THE RECORDS section start

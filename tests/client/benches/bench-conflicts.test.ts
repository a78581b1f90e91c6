import { describe, expect, it } from 'vitest';
import { benchConflicts, plateConflicts } from '../../../src/features/benches/bench-conflicts';
import { cabinetPlate, calibration, id, now } from './fixture';

const here = { id: id(50), name: 'signal arm', wavelengthNm: 810, temperatureC: null };
const once = { part: 'preparation', times: 1 } as const;
const time = { calibrationDueDays: 90, now };
const said = (
  plate: ReturnType<typeof cabinetPlate>,
  bench: Partial<typeof here> = {},
  place: { readonly part: 'preparation'; readonly times: number } = once,
) =>
  plateConflicts(plate, place, { ...here, ...bench }, time).map(
    ({ kind, sentence }) => `${kind}: ${sentence}`,
  );

describe('what speaks against a plate at its place', () => {
  it('is nothing for one that is calibrated here, on this bench and no other', () => {
    expect(said(cabinetPlate(1, 'H-1', { benches: [{ id: here.id, name: here.name }] }))).toEqual([]);
  });

  it('is a fault for what the server refuses: another bench, twice on this one, retired', () => {
    const elsewhere = cabinetPlate(1, 'H-1', { benches: [{ id: id(51), name: 'idler arm' }] });
    expect(said(elsewhere, {}, { part: 'preparation', times: 2 })).toEqual([
      'fault: H-1 stands in the beam of idler arm. Choose another, or take it out there first.',
      'fault: H-1 is in this beam twice, and one plate stands in one place. Take it out of the other.',
    ]);
    expect(
      said(cabinetPlate(1, 'H-1', { retiredAt: '2026-11-01T09:00:00.000Z', seat: null, calibration: null })),
    ).toEqual(['fault: H-1 is retired. Return it in the cabinet, or choose another.']);
  });

  it('warns of a plate that was taken out, or not measured since it was seated, in the words that a waiting bench has', () => {
    expect(said(cabinetPlate(1, 'H-1', { seat: null, calibration: null }))).toEqual([
      'warning: H-1 sits in no mount. Seat it and calibrate it, then signal arm can be used again.',
    ]);
    expect(said(cabinetPlate(1, 'H-1', { calibration: null }), { name: '' })).toEqual([
      'warning: H-1 has not been calibrated since it was seated. Calibrate it, then this bench can be used again.',
    ]);
  });

  it('names each question that a calibration left open', () => {
    const open = cabinetPlate(1, 'Q-1', {
      kind: 'quarter',
      calibration: calibration({ retardanceDeg: 88.9, openQuestions: ['axis', 'branch'] }),
    });
    expect(said(open)).toEqual([
      expect.stringMatching(/^warning: Which axis of Q-1 is the fast one is not settled\. .*other hand\.$/),
      'warning: Q-1 retards by 88.9(3)° or by 271.1(3)°: its calibration could not tell which.',
    ]);
    const blind = cabinetPlate(1, 'H-1', { calibration: calibration({ openQuestions: ['blind'] }) });
    expect(said(blind)).toEqual([expect.stringContaining('hardly felt its retardance, so close to 180°')]);
    const circular = cabinetPlate(1, 'Q-1', {
      kind: 'quarter',
      calibration: calibration({ retardanceDeg: 88.9942809823223, openQuestions: ['blind'] }),
    });
    expect(said(circular)[0]).toMatch(/so close to 90°: it may be further from 89.0\(3\)° than/);
  });

  it('warns of a calibration past its due date by the lab’s own rule', () => {
    const old = cabinetPlate(1, 'H-1', {
      calibration: calibration({ measuredAt: '2026-08-10T09:00:00.000Z' }),
    });
    expect(said(old)).toEqual(['warning: H-1’s calibration is 12 days over. Calibrate it again.']);
  });

  it('warns of a plate that was calibrated at another wavelength', () => {
    expect(said(cabinetPlate(1, 'H-1'), { wavelengthNm: 780 })[0]).toMatch(
      /^warning: H-1 was calibrated at 810\u202fnm\. At 780\u202fnm it is taken as 18\d\.\d\d°/,
    );
    const unknown = cabinetPlate(1, 'H-1', { construction: 'unknown', material: null });
    expect(said(unknown, { wavelengthNm: 805 })).toEqual([
      'warning: H-1 was calibrated at 810\u202fnm, and this bench runs at 805\u202fnm. How it follows that is not known, so its 179.2(3)° are used as measured: calibrate it at 805\u202fnm.',
    ]);
  });

  it('warns of a plate made for light far from this bench’s, by as much as that alone changes', () => {
    // 180° · (633/810 − 1) = −39.3°.
    const red = cabinetPlate(1, 'H-1', { designWavelengthNm: 633, calibration: null, seat: null });
    expect(said(red)[1]).toBe(
      'warning: H-1 is made as a half-wave plate for 633\u202fnm, and this bench runs at 810\u202fnm: expect about 39° less.',
    );
    const measured = cabinetPlate(1, 'H-1', { designWavelengthNm: 633 });
    expect(said(measured)).toEqual([
      'warning: H-1 is made as a half-wave plate for 633\u202fnm, and this bench runs at 810\u202fnm: here it is taken as 179.2°.',
    ]);
    // Ten whole waves make 3 nm as far as a zero-order plate's 60 nm.
    const close = { designWavelengthNm: 807, seat: null, calibration: null } as const;
    expect(said(cabinetPlate(1, 'H-1', close))).toHaveLength(1);
    expect(said(cabinetPlate(1, 'H-1', { ...close, construction: 'multi-order', order: 10 }))).toHaveLength(
      2,
    );
    expect(
      said(cabinetPlate(1, 'H-1', { ...close, designWavelengthNm: 633, construction: 'achromatic' })),
    ).toHaveLength(1);
  });

  it('warns outside the range of a plate’s coating, its ends within it', () => {
    const coated = cabinetPlate(1, 'H-1', { coatingNm: { from: 650, to: 810 } });
    expect(said(coated)).toEqual([]);
    const sentences = said(coated, { wavelengthNm: 810.5 });
    expect(sentences.at(-1)).toBe(
      'warning: H-1 is coated for 650 to 810\u202fnm, and this bench runs at 810.5\u202fnm: it throws back more of the light.',
    );
  });

  it('says nothing of light at a wavelength that the bench would be refused with', () => {
    for (const wavelengthNm of [8.1, 81_000, Number.NaN]) {
      expect(said(cabinetPlate(1, 'H-1', { coatingNm: { from: 650, to: 700 } }), { wavelengthNm })).toEqual(
        [],
      );
    }
  });

  it('counts a plate of both parts of a bench as one that stands twice', () => {
    const plate = cabinetPlate(1, 'H-1');
    const conflicts = benchConflicts(
      [
        { part: 'preparation', plate },
        { part: 'analysis', plate },
      ],
      here,
      time,
    );
    expect(conflicts.map(({ kind }) => kind)).toEqual(['fault', 'fault']);
  });
});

THE RECORDS section end

### BRIEF
Please transcribe exactly the lines above from the line that has "it('is nothing for" up to and including the line that has "it('is a fault"; no other line belongs in the answer.

### WRITTEN SOLUTION
  it('is nothing for one that is calibrated here, on this bench and no other', () => {
    expect(said(cabinetPlate(1, 'H-1', { benches: [{ id: here.id, name: here.name }] }))).toEqual([]);
  });

  it('is a fault for what the server refuses: another bench, twice on this one, retired', () => {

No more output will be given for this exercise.